Task directions: Which lines of the material hold the word "number"? Copy each one.

Data supplied:
:::

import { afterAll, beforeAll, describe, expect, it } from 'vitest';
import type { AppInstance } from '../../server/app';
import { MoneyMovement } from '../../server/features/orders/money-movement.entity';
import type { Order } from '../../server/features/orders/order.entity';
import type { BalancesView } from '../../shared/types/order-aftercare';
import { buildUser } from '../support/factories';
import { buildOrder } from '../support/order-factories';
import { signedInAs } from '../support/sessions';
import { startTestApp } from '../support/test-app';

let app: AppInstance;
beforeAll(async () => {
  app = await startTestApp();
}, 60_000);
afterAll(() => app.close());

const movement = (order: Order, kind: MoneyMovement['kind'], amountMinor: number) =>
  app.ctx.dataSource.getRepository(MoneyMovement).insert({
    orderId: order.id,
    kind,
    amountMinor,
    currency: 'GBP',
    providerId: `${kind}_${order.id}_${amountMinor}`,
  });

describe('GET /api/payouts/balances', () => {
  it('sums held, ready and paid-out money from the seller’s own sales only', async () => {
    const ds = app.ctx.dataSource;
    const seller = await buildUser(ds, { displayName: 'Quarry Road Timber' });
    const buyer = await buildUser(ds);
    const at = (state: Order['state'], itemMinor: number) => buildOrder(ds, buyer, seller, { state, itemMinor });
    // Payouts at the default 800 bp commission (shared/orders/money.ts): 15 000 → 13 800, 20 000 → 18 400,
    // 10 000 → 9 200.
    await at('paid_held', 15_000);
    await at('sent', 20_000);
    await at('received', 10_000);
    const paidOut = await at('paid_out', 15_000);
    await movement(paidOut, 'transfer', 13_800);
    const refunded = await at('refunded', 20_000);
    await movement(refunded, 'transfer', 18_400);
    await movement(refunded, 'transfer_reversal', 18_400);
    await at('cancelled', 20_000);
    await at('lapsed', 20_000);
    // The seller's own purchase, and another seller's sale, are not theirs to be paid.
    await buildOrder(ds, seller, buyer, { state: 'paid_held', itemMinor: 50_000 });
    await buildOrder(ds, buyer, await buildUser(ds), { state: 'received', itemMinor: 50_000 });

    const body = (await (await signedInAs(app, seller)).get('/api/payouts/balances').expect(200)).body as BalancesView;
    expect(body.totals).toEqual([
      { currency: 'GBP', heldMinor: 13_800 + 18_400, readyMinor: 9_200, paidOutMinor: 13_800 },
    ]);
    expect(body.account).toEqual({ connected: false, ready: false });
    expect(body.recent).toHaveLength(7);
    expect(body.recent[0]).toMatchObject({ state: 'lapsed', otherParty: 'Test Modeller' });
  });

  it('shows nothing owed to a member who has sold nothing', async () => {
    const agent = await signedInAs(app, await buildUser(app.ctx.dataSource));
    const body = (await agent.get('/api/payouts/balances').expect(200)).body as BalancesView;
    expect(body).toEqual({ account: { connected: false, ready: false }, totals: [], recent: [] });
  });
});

:::

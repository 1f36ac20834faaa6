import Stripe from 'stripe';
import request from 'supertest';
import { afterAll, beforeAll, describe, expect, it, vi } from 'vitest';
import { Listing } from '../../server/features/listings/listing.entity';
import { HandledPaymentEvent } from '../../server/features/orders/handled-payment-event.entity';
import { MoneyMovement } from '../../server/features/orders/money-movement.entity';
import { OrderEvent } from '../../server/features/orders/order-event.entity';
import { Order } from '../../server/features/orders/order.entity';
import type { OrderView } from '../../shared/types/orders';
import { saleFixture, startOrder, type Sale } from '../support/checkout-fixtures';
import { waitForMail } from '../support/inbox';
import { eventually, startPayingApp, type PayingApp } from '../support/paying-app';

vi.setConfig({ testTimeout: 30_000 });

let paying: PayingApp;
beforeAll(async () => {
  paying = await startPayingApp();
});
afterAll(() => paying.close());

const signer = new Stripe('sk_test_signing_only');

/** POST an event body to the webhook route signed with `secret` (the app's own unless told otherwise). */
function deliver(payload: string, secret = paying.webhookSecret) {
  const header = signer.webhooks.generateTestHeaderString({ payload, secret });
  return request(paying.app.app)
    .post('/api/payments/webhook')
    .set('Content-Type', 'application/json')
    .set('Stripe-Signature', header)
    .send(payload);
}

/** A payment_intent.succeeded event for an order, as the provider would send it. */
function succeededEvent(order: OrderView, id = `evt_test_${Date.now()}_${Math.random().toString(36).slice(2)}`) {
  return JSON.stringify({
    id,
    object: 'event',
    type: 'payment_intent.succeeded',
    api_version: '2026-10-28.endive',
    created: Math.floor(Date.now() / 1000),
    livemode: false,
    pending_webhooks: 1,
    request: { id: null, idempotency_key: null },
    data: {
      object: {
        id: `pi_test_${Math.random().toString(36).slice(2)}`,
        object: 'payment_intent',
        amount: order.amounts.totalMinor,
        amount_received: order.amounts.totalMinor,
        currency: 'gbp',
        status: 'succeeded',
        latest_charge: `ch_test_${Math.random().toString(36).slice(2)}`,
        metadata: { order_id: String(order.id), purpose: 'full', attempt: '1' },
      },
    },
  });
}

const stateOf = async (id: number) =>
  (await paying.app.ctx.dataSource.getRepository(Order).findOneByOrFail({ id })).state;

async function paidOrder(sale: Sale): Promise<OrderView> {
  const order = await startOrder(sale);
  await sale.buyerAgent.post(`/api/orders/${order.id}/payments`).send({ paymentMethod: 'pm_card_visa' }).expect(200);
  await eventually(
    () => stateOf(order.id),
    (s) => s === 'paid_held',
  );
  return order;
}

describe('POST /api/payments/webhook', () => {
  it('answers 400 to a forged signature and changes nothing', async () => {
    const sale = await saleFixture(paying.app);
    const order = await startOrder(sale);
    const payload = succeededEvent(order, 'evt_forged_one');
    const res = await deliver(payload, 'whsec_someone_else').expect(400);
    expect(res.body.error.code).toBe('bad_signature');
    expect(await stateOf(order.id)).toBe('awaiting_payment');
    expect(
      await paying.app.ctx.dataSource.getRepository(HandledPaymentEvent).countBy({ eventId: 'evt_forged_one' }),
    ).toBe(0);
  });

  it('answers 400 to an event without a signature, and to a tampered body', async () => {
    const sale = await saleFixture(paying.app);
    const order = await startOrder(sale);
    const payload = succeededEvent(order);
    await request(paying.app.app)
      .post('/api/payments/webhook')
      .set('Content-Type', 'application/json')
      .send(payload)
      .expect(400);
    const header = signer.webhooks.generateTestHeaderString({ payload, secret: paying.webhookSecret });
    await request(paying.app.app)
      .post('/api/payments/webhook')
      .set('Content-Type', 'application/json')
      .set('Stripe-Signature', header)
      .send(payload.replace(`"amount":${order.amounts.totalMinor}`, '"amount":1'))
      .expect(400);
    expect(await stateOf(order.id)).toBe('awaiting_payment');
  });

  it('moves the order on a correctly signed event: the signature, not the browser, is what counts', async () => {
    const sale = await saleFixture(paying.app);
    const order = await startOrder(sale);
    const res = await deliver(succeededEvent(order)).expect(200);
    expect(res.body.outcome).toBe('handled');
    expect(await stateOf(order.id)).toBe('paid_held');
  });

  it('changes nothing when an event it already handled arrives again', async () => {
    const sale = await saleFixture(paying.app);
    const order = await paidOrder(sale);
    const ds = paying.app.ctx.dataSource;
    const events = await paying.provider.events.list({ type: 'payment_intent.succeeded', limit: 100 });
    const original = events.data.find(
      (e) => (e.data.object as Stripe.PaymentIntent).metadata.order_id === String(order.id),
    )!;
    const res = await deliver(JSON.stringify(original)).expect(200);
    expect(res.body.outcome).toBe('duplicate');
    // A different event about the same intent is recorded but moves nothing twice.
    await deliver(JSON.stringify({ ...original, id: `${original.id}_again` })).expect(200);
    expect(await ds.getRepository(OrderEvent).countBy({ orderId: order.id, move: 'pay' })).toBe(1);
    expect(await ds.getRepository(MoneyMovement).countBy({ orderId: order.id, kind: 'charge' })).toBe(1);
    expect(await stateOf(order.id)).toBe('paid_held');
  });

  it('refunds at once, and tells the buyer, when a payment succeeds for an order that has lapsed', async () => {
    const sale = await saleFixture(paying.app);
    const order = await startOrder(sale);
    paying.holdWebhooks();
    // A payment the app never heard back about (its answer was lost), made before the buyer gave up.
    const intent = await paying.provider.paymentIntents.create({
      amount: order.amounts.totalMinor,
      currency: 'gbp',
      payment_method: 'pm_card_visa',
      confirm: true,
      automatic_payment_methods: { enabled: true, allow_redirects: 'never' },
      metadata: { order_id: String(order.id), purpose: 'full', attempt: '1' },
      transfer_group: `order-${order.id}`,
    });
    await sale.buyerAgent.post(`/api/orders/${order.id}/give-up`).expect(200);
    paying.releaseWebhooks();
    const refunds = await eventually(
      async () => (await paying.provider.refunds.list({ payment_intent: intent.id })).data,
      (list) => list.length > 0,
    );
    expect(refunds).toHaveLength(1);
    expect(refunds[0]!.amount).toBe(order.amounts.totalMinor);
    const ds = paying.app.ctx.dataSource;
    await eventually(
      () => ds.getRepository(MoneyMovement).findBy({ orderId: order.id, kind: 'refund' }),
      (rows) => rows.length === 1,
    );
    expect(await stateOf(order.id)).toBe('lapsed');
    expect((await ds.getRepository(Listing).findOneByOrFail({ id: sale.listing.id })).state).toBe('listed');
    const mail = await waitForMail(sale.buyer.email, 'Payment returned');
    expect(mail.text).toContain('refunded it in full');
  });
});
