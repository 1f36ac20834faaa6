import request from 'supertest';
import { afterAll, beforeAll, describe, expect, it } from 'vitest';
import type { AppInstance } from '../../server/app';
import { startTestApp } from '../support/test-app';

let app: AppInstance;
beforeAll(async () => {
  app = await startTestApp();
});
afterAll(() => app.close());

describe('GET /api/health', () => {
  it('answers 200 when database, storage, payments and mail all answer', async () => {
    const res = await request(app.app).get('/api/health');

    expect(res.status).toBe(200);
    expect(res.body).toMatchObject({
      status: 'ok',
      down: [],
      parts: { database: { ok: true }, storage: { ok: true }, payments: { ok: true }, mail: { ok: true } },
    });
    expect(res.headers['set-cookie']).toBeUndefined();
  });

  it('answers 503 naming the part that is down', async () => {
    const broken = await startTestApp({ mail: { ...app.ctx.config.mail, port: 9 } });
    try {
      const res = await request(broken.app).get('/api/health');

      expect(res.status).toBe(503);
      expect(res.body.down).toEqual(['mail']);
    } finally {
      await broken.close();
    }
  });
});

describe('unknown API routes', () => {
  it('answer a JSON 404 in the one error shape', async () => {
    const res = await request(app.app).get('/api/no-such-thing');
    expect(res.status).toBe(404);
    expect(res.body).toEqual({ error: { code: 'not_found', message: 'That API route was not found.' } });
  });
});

:::

Answer section:
const movement = (order: Order, kind: MoneyMovement['kind'], amountMinor: number) =>
    const at = (state: Order['state'], itemMinor: number) => buildOrder(ds, buyer, seller, { state, itemMinor });
const stateOf = async (id: number) =>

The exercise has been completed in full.